First up was a return ENF visit by French-Canadian cellist Jean-Guihen Queyras, a solo recital in the amiable ambience of Kilrenny Church that began in the 20th century – a selection of Geörgy Kurtág’s étude-like aphorisms – and ended with the sanguine Bach Cello Suite in C minor. It was in the former – incendiary miniatures scattered among the progressive Hungarian composer’s output like personal journal entries – that Queyras realised the most positive impact, incisive and colourful interpretations that nailed the ballistic concentration of the music.

Beyond that, Queyras’ playing was probing and eloquent, emotive in its realisation of the inner musings expressed by Turkish composer Ahmet Annan Saygun in his Bach-like Partita for Cello, yet as a consequence, too free in its rhythmic definition, which tended to rob the ensuing Bach Suite, and two other short Baroque pieces, of their natural energy.

There was no lack of oomph in that evening’s Crail Church programme by the Belcea Quartet and Friends, which saw the familiar core ensemble augmented with Queyras and feisty Berlin Philharmonic violist Diyang Mei for a gritty performance of Brahms’ String Sextet No 1 in B flat, prefaced by a bombastic solo performance of movements from Liszt’s Les Années de Pèlerinage Book II by pianist Bertrand Chamanyou.

Chamanyou’s Liszt was epic, power-driven at times to the point of near-destruction, yet shot through with plentiful moments of deep sensitivity and flowing virtuosity to counter its viciousness.

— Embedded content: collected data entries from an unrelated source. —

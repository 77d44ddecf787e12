// One measured run in a fresh process: reduces an archive and prints wall time and the process's peak memory as JSON.
import { runReduce } from '../pipeline/run.js';

const [archive, out, jobs] = process.argv.slice(2);
const t0 = performance.now();
const { record } = await runReduce({ archive, out, jobs: Number(jobs ?? 1) });
const seconds = (performance.now() - t0) / 1000;
const samples = record.recordings.reduce((s, r) => s + r.frames * r.rows, 0);
// maxRSS covers the whole process, worker threads included (they share it).
process.stdout.write(JSON.stringify({ seconds, samples, peakRssMB: process.resourceUsage().maxRSS / 1024, failed: record.counts.failed }) + '\n');
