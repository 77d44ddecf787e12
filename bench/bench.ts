// npm run bench: throughput and peak memory on generated archives, beside a numpy/scipy peer (a benchmark, not a test).
import { rmSync } from 'node:fs';
import { cpus, totalmem } from 'node:os';
import { say, work } from './harness.js';
import { manySmall, reruns, shortRecordings } from './sections/scale.js';
import { throughput } from './sections/throughput.js';
import { trendsOverHistory } from './sections/trends.js';

try {
  say(`quern bench — ${cpus()[0]?.model ?? 'unknown CPU'}, ${cpus().length} cores, ${(totalmem() / 2 ** 30).toFixed(0)} GiB, Node ${process.version}`);
  const { full, kept, first } = throughput();
  reruns(full, kept, first);
  shortRecordings();
  manySmall();
  trendsOverHistory();
} finally {
  rmSync(work, { recursive: true, force: true });
}
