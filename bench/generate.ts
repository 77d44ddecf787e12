// Writes long generated WAV recordings block by block, so the benchmark archive never sits in memory.
import { closeSync, mkdirSync, openSync, utimesSync, writeSync, writeFileSync } from 'node:fs';
import { join } from 'node:path';

/** A 16-bit PCM WAV of `channels` channels: tones plus a cheap pseudo-random noise, `frames` long. */
export function writeLongWav(path: string, { frames, channels = 4, sampleRate = 25600 }: { frames: number; channels?: number; sampleRate?: number }): void {
  const dataBytes = frames * channels * 2;
  const header = Buffer.alloc(44);
  header.write('RIFF', 0, 'latin1'); header.writeUInt32LE(36 + dataBytes, 4); header.write('WAVEfmt ', 8, 'latin1');
  header.writeUInt32LE(16, 16); header.writeUInt16LE(1, 20); header.writeUInt16LE(channels, 22); header.writeUInt32LE(sampleRate, 24);
  header.writeUInt32LE(sampleRate * channels * 2, 28); header.writeUInt16LE(channels * 2, 32); header.writeUInt16LE(16, 34);
  header.write('data', 36, 'latin1'); header.writeUInt32LE(dataBytes, 40);
  const fd = openSync(path, 'w');
  writeSync(fd, header);
  const block = 1 << 16;
  const buf = Buffer.alloc(block * channels * 2);
  let seed = 12345;
  for (let start = 0; start < frames; start += block) {
    const n = Math.min(block, frames - start);
    for (let i = 0; i < n; i++) {
      const t = (start + i) / sampleRate;
      for (let c = 0; c < channels; c++) {
        seed = (seed * 1103515245 + 12345) & 0x7fffffff;
        const v = 0.3 * Math.sin(2 * Math.PI * (50 + 100 * c) * t) + 0.1 * (seed / 0x7fffffff - 0.5);
        buf.writeInt16LE(Math.round(v * 32767), (i * channels + c) * 2);
      }
    }
    writeSync(fd, buf, 0, n * channels * 2);
  }
  closeSync(fd);
}

/** An archive folder holding 4-channel recordings declared as accelerometers (so every feature group applies) and, optionally, a spec. */
export function makeBenchArchive(dir: string, recordings: { name: string; frames: number }[], spec?: string): void {
  mkdirSync(dir, { recursive: true });
  for (const r of recordings) writeLongWav(join(dir, r.name), { frames: r.frames, channels: 4 });
  const channels = [1, 2, 3, 4].map((i) => `      - { name: acc${i}, quantity: acceleration, unit: m/s^2, scale: ${BENCH_SCALE} }`).join('\n');
  writeFileSync(join(dir, 'archive.yaml'), `groups:\n  - name: bench\n    match: "*.wav"\n    sample_rate: 25600\n    channels:\n${channels}\n`);
  if (spec) writeFileSync(join(dir, 'reduction.yaml'), spec);
}

/** Engineering value of full scale in the bench archives, m/s². */
export const BENCH_SCALE = 50;

/** Many tiny recordings in nested night folders (an archive of years), for timing the scan of already reduced archives. */
export function makeManyTinyRecordings(dir: string, count: number): void {
  const perFolder = 500;
  for (let i = 0; i < count; i++) {
    const folder = join(dir, `y${Math.floor(i / 50000)}`, `n${Math.floor(i / perFolder) % 100}`);
    if (i % perFolder === 0) mkdirSync(folder, { recursive: true });
    writeLongWav(join(folder, `c${i}.wav`), { frames: 64, channels: 1, sampleRate: 1000 });
    // Captures spread evenly over the last three years, one every few minutes… the newest today.
    const when = new Date(Date.now() - ((count - 1 - i) / count) * 3 * 365 * 86_400_000);
    utimesSync(join(folder, `c${i}.wav`), when, when);
  }
  writeFileSync(join(dir, 'archive.yaml'), 'groups:\n  - name: tiny\n    match: "**/*.wav"\n');
  writeFileSync(join(dir, 'reduction.yaml'), 'statistics: {}\n');
}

The closing Dante-inspired work was a case in point, thrillingly apocalyptic, but edging towards tonal distortion. If the Brahms adopted something of that bravado mentality, it was to mostly positive ends and a performance attuned fittingly to both the music’s homogenous richness and internal strife.

Friday held its own fascination, a thrilling late morning Kilrenny programme by the Castalian Quartet, followed late afternoon by an individualistic solo recital from South Korean pianist Yeol Eum Son

Previous visits by the Castalian Quartet have been notable for the naturalness with which they strike a classy balance between the individual and the body corporate. Such was the magical essence of a Mozart Quartet in D minor that divulged, through a combination of smiling interaction and devious self opinion, its awakening drama and characterful grace. Fuller passions emerged in the Dvorak, yet enlivened by that same flexible discipline and measured effusion.

Like the Castalians, Yeol Eum Son will be back in Scotland later this summer for the Edinburgh International Festival, which on this evidence will be a starry twin attraction. Son, whose recent recordings of the complete Mozart piano sonatas were singularly impressive, played two of these works in her Crail programme. In the C Minor Fantasy her total immersion in the music was fascinating, at the same time unnerving. She seemed to agonise over the opining of the Fantasy, as if deliberately deconstructing its flow. One the other hand, the C minor Sonata took its natural course, a little short on lyrical inevitability perhaps, but genuinely spirited.

Impetuousness had its place in Janacek’s Sonata No 1 (From the Street), with its disturbing transformations – quite Jekyll and Hyde in character and style – and wild excursions between achingly suspended time and crashing climaxes. Son signed off with exuberant flair in the Sonata No 2 by Ukrainian composer Nikolay Kapustin. It is unadulterated jazz, frenzied improvisation writ large, played here with breathtaking virtuosity and physical abandon. It had its tender moments – a bluesy Largo with super-heated harmonies – but the emphasis was on showmanship, which Son applied full on. She leapt from her stool in the final flurry of madcap glissandi; we all but jumped from our own seats in instant response.